Boyd Evans III of the lab's Measurement Science and Systems Engineering Division said that while cell replacement therapies can be effective, the challenge is to deliver a sufficient quantity of healthy cells.
"Regardless of the source of cells and the location of delivery, there is a great need to improve cell viability after the cells are transplanted. The vast majority of transplanted cells do not survive more than 24 hours regardless of their source," Evans said.
Studies have shown that merely implanting more cells does not necessarily increase the number that survive and differentiate into dopamine-producing, or viable, cells in Parkinson's models. The key is being able to deliver precise quantities of healthy cells to a targeted location.
This requires the ability to determine if the cells are viable upon delivery and the ability to make meaningful measurements. ORNL's proprietary instrumented cell delivery catheter allows physicians to do just that.
"Our approach consists of monitoring cells that are implanted using a catheter equipped with a fiber optic probe to perform fluorescence-based cytometric measurements on cells as they exit the port at the catheter tip," Evans said.
These measurements confirm that the cell is alive and provide indications of the cell's health.
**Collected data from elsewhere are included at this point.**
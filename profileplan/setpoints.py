"""What does the drive get: positions at every tick of its period, in a file that it can play.

A table's rows stand at 0, period, 2 periods, ...; the last one is the first tick at or after the
end of the motion, at rest and on target. Units are those of the axes. Files are written under a
temporary name and then put in place, so that a reader finds the whole file or none.
"""

from __future__ import annotations

import csv
import io
import os
import tempfile
from contextlib import contextmanager
from dataclasses import dataclass
from itertools import pairwise
from pathlib import Path
from typing import TYPE_CHECKING, NamedTuple

import numpy as np

from profileplan.errors import Fault, InputError
from profileplan.inputs import SetpointSettings
from profileplan.inputs.files import read_text
from profileplan.inputs.rules import PERIOD, POSITION, tidy

if TYPE_CHECKING:
    from collections.abc import Callable, Iterator, Mapping, Sequence
    from typing import TextIO

    from profileplan.inputs import Machine
    from profileplan.motion.polynomials import Array
    from profileplan.motion.schedule import Schedule, SignalEvent

TICK_TOLERANCE = 1e-6
"""Share of a period by which an end or a signal may miss a tick and still count as on it. Less
than the nanosecond that periods are counted in, more than the rounding of times."""

MOST_DECIMALS = 12
"""Decimals of a position that are told apart: more are below the rounding of numbers."""

ROWS_AT_A_TIME = 16384
"""Rows that are sampled and written together: more cost memory, fewer cost time."""

MOST_ROWS = 1_000_000_000
"""Longest table that is begun: about 100 GB on disk."""


class Column(NamedTuple):
    """A quantity that a table can hold for every axis."""

    derivative: int
    decimals: int


COLUMNS: Mapping[str, Column] = {
    "pos": Column(0, 9),
    "vel": Column(1, 6),
    "acc": Column(2, 6),
    "jerk": Column(3, 6),
}
"""Quantities by the names that select them. Positions have nine decimals, for a drive takes their
third difference: at a period of 1 ms rounding is then at most 4 mm/s³ of jerk."""

DEFAULT_COLUMNS = ("pos", "vel", "acc")


@dataclass(frozen=True, eq=False)
class SetpointTable:
    """Setpoints at the ticks of a drive's period.

    Parameters
    ----------
    axes : tuple of str
        Names of the d axes.
    time : (n,) array [s]
    position : (n, d) array [mm]
    velocity, acceleration, jerk : (n, d) arrays, optional [mm/s, mm/s², mm/s³]
    signals : mapping
        Name of a digital output → (n,) array of 0 and 1.
    position_step : float [mm]
        What the last decimal of the positions stands for; 0 where they are not rounded.
    """

    axes: tuple[str, ...]
    time: Array
    position: Array
    velocity: Array | None
    acceleration: Array | None
    jerk: Array | None
    signals: Mapping[str, Array]
    position_step: float = 0.0
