def unrolled(pieces: Pieces) -> shapely.Geometry:
    """Return the union of such pieces: lines on y = 0, and on y = 1 the circle, a turn long."""
    parts = []
    for start, end, turn, radius in zip(
        pieces.start, pieces.end, pieces.turn, pieces.radius, strict=True
    ):
        if turn == 0:
            root = np.sqrt(2)
            parts.append(shapely.LineString([(start[0] * root, 0), (end[0] * root, 0)]))
            continue
        first = np.arctan2(start[1], start[0] - 200)
        low = min(first, first + turn) % (2 * np.pi)
        for begin in (low, low - 2 * np.pi):
            ends = np.clip([begin, begin + abs(turn)], 0, 2 * np.pi) * radius
            if ends[1] > ends[0]:
                parts.append(shapely.LineString([(ends[0], 1), (ends[1], 1)]))
    return shapely.union_all(parts)


@given(seed=SEEDS)
@settings(max_examples=100)
def test_nothing_is_traced_twice_and_all_is_traced(seed: int) -> None:
    """The union, by shapely, of what is drawn is that of what is traced, and as long."""
    pieces = overlapping(seed)
    found = joined(pieces)
    traced = together(*(own.pieces for own in found.outlines))
    whole, rest = unrolled(pieces), unrolled(traced)
    length = shapely.length(whole)
    # Each of the pieces may lose what cannot be told from nothing, at both ends.
    slack = 16 * 1e-3
    assert_allclose([shapely.length(rest), traced.length.sum()], length, atol=slack)
    assert_allclose(shapely.length(shapely.union(whole, rest, grid_size=1e-6)), length, atol=slack)
    lost = sum(dropped.length for dropped in found.dropped)
    assert_allclose(length + lost, pieces.length.sum(), atol=slack)


def spiral(count: int) -> Array:
    """Return points of a spiral, (count + 1, 3)."""
    turn = np.linspace(2, 200 * np.pi, count + 1)
    return np.column_stack([turn * np.cos(turn), turn * np.sin(turn), np.zeros(count + 1)])


def seconds(pieces: Pieces) -> float:
    """Return how long it takes to chain pieces into one outline."""
    begin = time.process_time()
    found = joined(pieces)
    passed = time.process_time() - begin
    assert [len(own.pieces) for own in found.outlines] == [len(pieces)]
    return passed


def test_ten_times_the_pieces_take_little_more_than_ten_times_as_long() -> None:
    """Shuffled single lines: n log n; a search of all by all would take a hundred times as long."""
    times = []
    for count in (5_000, 50_000):
        nodes = spiral(count)
        lines = Pieces(nodes[:-1], nodes[1:], np.zeros(count), np.arange(count))
        times.append(seconds(shuffled(lines, 1)))
    assert times[1] < 30 * times[0]


def test_a_million_points_of_one_entity_take_seconds() -> None:
    """They are in order as they are drawn, so that nothing is searched for."""
    nodes = spiral(10**6)
    pieces = Pieces(nodes[:-1], nodes[1:], np.zeros(10**6), np.zeros(10**6, dtype=np.intp))
    assert seconds(pieces) < 10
"What we have done is taken the function of a laboratory instrument and put it on the tip of a catheter that can make measurements inside the brain," Evans said.
According to Evans, results from several studies underscore the value of delivering a highly controlled amount of tissue into the host brain, and understanding cell viability at the delivery point is critical for meaningful comparison of experimental results.
The instrumented catheter is part of a larger effort to develop a complete system for collecting healthy tissue from an individual who is both the donor and recipient, expanding this tissue in vitro and implanting the tissue under monitored conditions.